See here for the runc implementation.

Note that the OCI standard does not specify an events command.

See issue #379 for more information.

update command

The runtime does not currently implement the update command, and hence does not support some of the docker update functionality. Much of the update functionality is based around cgroup configuration.

It may be possible to implement some of the update functionality by adjusting cgroups either around the VM or inside the container VM itself, or possibly by some other VM functional equivalent. It needs more investigation.

Note that the OCI standard does not specify an update command.

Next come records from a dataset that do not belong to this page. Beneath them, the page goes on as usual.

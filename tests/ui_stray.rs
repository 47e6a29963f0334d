//! The stray estimate in the window: a building method gives a breakdown whose total and
//! frequency window change with it, and applying it puts the typical stray into the tank.
//! The figures are the engine's (`tuning::stray`, checked in tests/reference_stray.rs); this
//! checks that the window shows and applies them.

mod common;

use common::screen_text;
use egui_kittest::Harness;
use egui_kittest::kittest::Queryable;
use tankwright::ui::App;
use tankwright::ui::panels::stray::{APPLY_STRAY_LABEL, CONSTRUCTION_LABEL};

fn workbench() -> Harness<'static, App> {
    let mut harness = Harness::builder()
        .with_size(egui::vec2(1400.0, 1400.0))
        .build_eframe(|cc| App::new(cc));
    harness.run();
    harness.get_by_label("Where the stray comes from").click();
    harness.run();
    harness
}

fn stray_lines(harness: &Harness<'_, App>) -> Vec<String> {
    let text = screen_text(harness);
    let start = text
        .iter()
        .position(|t| t == CONSTRUCTION_LABEL)
        .expect("the stray panel is open");
    text[start..]
        .iter()
        .take_while(|t| t.as_str() != APPLY_STRAY_LABEL)
        .cloned()
        .collect()
}

#[test]
fn another_building_method_changes_the_breakdown_and_applying_sets_the_stray() {
    let mut harness = workbench();
    let first = stray_lines(&harness);
    assert!(first.iter().any(|t| t == "stray in all"), "{first:?}");
    assert!(first.iter().any(|t| t.starts_with("Expect ")), "{first:?}");
    assert!(
        first
            .iter()
            .any(|t| t.starts_with("With the winding's own tolerances")),
        "{first:?}"
    );

    harness.get_by_label(CONSTRUCTION_LABEL).click();
    harness.run();
    harness.get_by_label("solderless breadboard").click();
    harness.run();
    let second = stray_lines(&harness);
    assert_ne!(first, second, "the breakdown follows the building method");

    let before = harness.state().recipe().tank.stray;
    harness.get_by_label(APPLY_STRAY_LABEL).click_accesskit();
    harness.run();
    let after = harness.state().recipe().tank.stray;
    assert_ne!(before, after);
    // Applying again changes nothing: the estimate replaces the stray as entered.
    harness.get_by_label(APPLY_STRAY_LABEL).click_accesskit();
    harness.run();
    assert_eq!(harness.state().recipe().tank.stray, after);
}
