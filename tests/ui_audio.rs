//! Modulation and drift in the window: the deviation shown is the engine's figure for the
//! junction law and levels set, and the drift budget's worst case changes with the fixed
//! capacitor's temperature class. The figures themselves are checked against ngspice and the
//! standard's table in tests/reference_junction.rs and tests/reference_stray.rs.

mod common;

use common::screen_text;
use egui_kittest::Harness;
use egui_kittest::kittest::Queryable;
use tankwright::model::Coil;
use tankwright::physics::junction::JunctionLaw;
use tankwright::tuning::modulation::{ModulationInputs, Modulator, modulation};
use tankwright::ui::App;
use tankwright::ui::panels::audio::CLASS_LABEL;

fn workbench() -> Harness<'static, App> {
    let mut harness = Harness::builder()
        .with_size(egui::vec2(1400.0, 1600.0))
        .build_eframe(|cc| App::new(cc));
    harness.run();
    harness.get_by_label("Audio and drift").click();
    harness.run();
    harness
}

fn set(harness: &mut Harness<'_, App>, label: &str, value: f64) {
    harness.get_by_label(label).set_value_accesskit(value);
    harness.run();
}

fn line_starting(harness: &Harness<'_, App>, start: &str) -> String {
    screen_text(harness)
        .into_iter()
        .find(|t| t.starts_with(start))
        .unwrap_or_else(|| panic!("no line starting {start:?}"))
}

#[test]
fn the_deviation_shown_is_the_engines_and_drift_follows_the_capacitor_class() {
    let mut harness = workbench();
    set(&mut harness, "Reverse bias", 3.0);
    set(&mut harness, "Audio peak", 0.5);
    let recipe = harness.state().recipe().clone();
    let coil = Coil::from_winding(&recipe.winding).unwrap();
    let m = modulation(
        &coil,
        recipe.tank.external_capacitance(),
        &recipe.conditions,
        &ModulationInputs {
            modulator: Modulator {
                law: JunctionLaw::new(3.5e-12, 0.75, 0.33),
                coupling: None,
            },
            bias_v: 3.0,
            audio_peak_v: 0.5,
            audio_max_hz: 15e3,
        },
    );
    let line = line_starting(&harness, "Carrier ");
    let expected = format!(
        "deviation +{:.1} / −{:.1} kHz",
        m.deviation_up * 1e-3,
        m.deviation_down * 1e-3
    );
    assert!(line.contains(&expected), "{line} vs {expected}");

    let before = line_starting(&harness, "±");
    harness.get_by_label(CLASS_LABEL).click();
    harness.run();
    harness.get_by_label("U2J (N750)").click();
    harness.run();
    let after = line_starting(&harness, "±");
    assert_ne!(before, after, "the worst case follows the capacitor class");
}
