//! Files written by measuring instruments, read from their text (no file is opened here):
//! network analysers' Touchstone files.

pub mod touchstone;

See issue #380 for more information.

Architectural limitations

This section lists items that may not be fixed due to fundamental architectural differences between "soft containers" (traditional Linux containers) and those based on VMs.

Networking

Support for joining an existing VM network

Docker supports the ability for containers to join another containers namespace with the docker run --net=containers syntax. This allows multiple containers to share a common network namespace and the network interfaces placed in the network namespace. Clear Containers does not support network namespace sharing. If a Clear Container is setup to share the network namespace of a runc container, the runtime effectively takes over all the network interfaces assigned to the namespace and binds them to the VM. So the runc container will lose its network connectivity.

docker --net=host

Docker host network support (docker --net=host run) is not supported. It is not possible to directly access the host networking configuration from within the VM.

The --net=host option can still be used with runc containers and inter-mixed with with running cc-runtime containers, thus still enabling use of --net=host when necessary.

It should be noted, currently passing the --net=host option into a Clear Container may result in the Clear Container networking setup modifying, re-configuring and therefore possibly breaking the host networking setup. Do not use --host=net with Clear Containers.

docker run --link

The runtime does not support the docker run --link command. This command is now effectively deprecated by docker, so we have no intentions of adding support. Equivalent functionality can be achieved with the newer docker networking commands.

See more documentation at docs.docker.com.

Host resource sharing

docker --device

Support has been added to pass devices using Virtual Function I/O (VFIO) passthrough. Devices that support the Input–Output Memory Management Unit (IOMMU) feature can be assigned to the vfio-pci driver and passed on the docker command line with --device=/dev/vfio/$(iommu_group_number), where iommu_group_number is the IOMMU group that the device belongs to. If multiple devices belong to the same IOMMU group, they will all be assigned to the Clear Containers VM.

Support for passing other devices including block devices with --device is not yet avilable.

docker -v /dev/...

Docker volume support for devices (docker run -v /dev/foo) is not supported for similar reasons to the --device option. Note however that non-device file volume mounts are supported.

docker run --privileged

The docker run --privileged command is not supported in the runtime. There is no natural or easy way to grant the VM access to all of the host devices that this command would need to be complete.

The --privileged option can still be used with runc containers and inter-mixed with with running cc-runtime containers, thus still enabling use of --privileged when necessary.

Other

Annotations

OCI Annotations are nominally supported, but the OCI specification is not clear on their purpose. Note that the annotations are not exposed inside the Clear Container.

runtime commands

init command

The runtime does not implement the init command as it has no useful equivalent in the VM implementation, and appears to be primarily for runc internal use.

spec command

The runtime does not implement the spec command. runc provides such a command that generates a JSON-format template specification file that is useable by the Clear Containers runtime. The addition of a spec command to the Clear Containers runtime would just be duplication that would likely always be playing catchup with runc.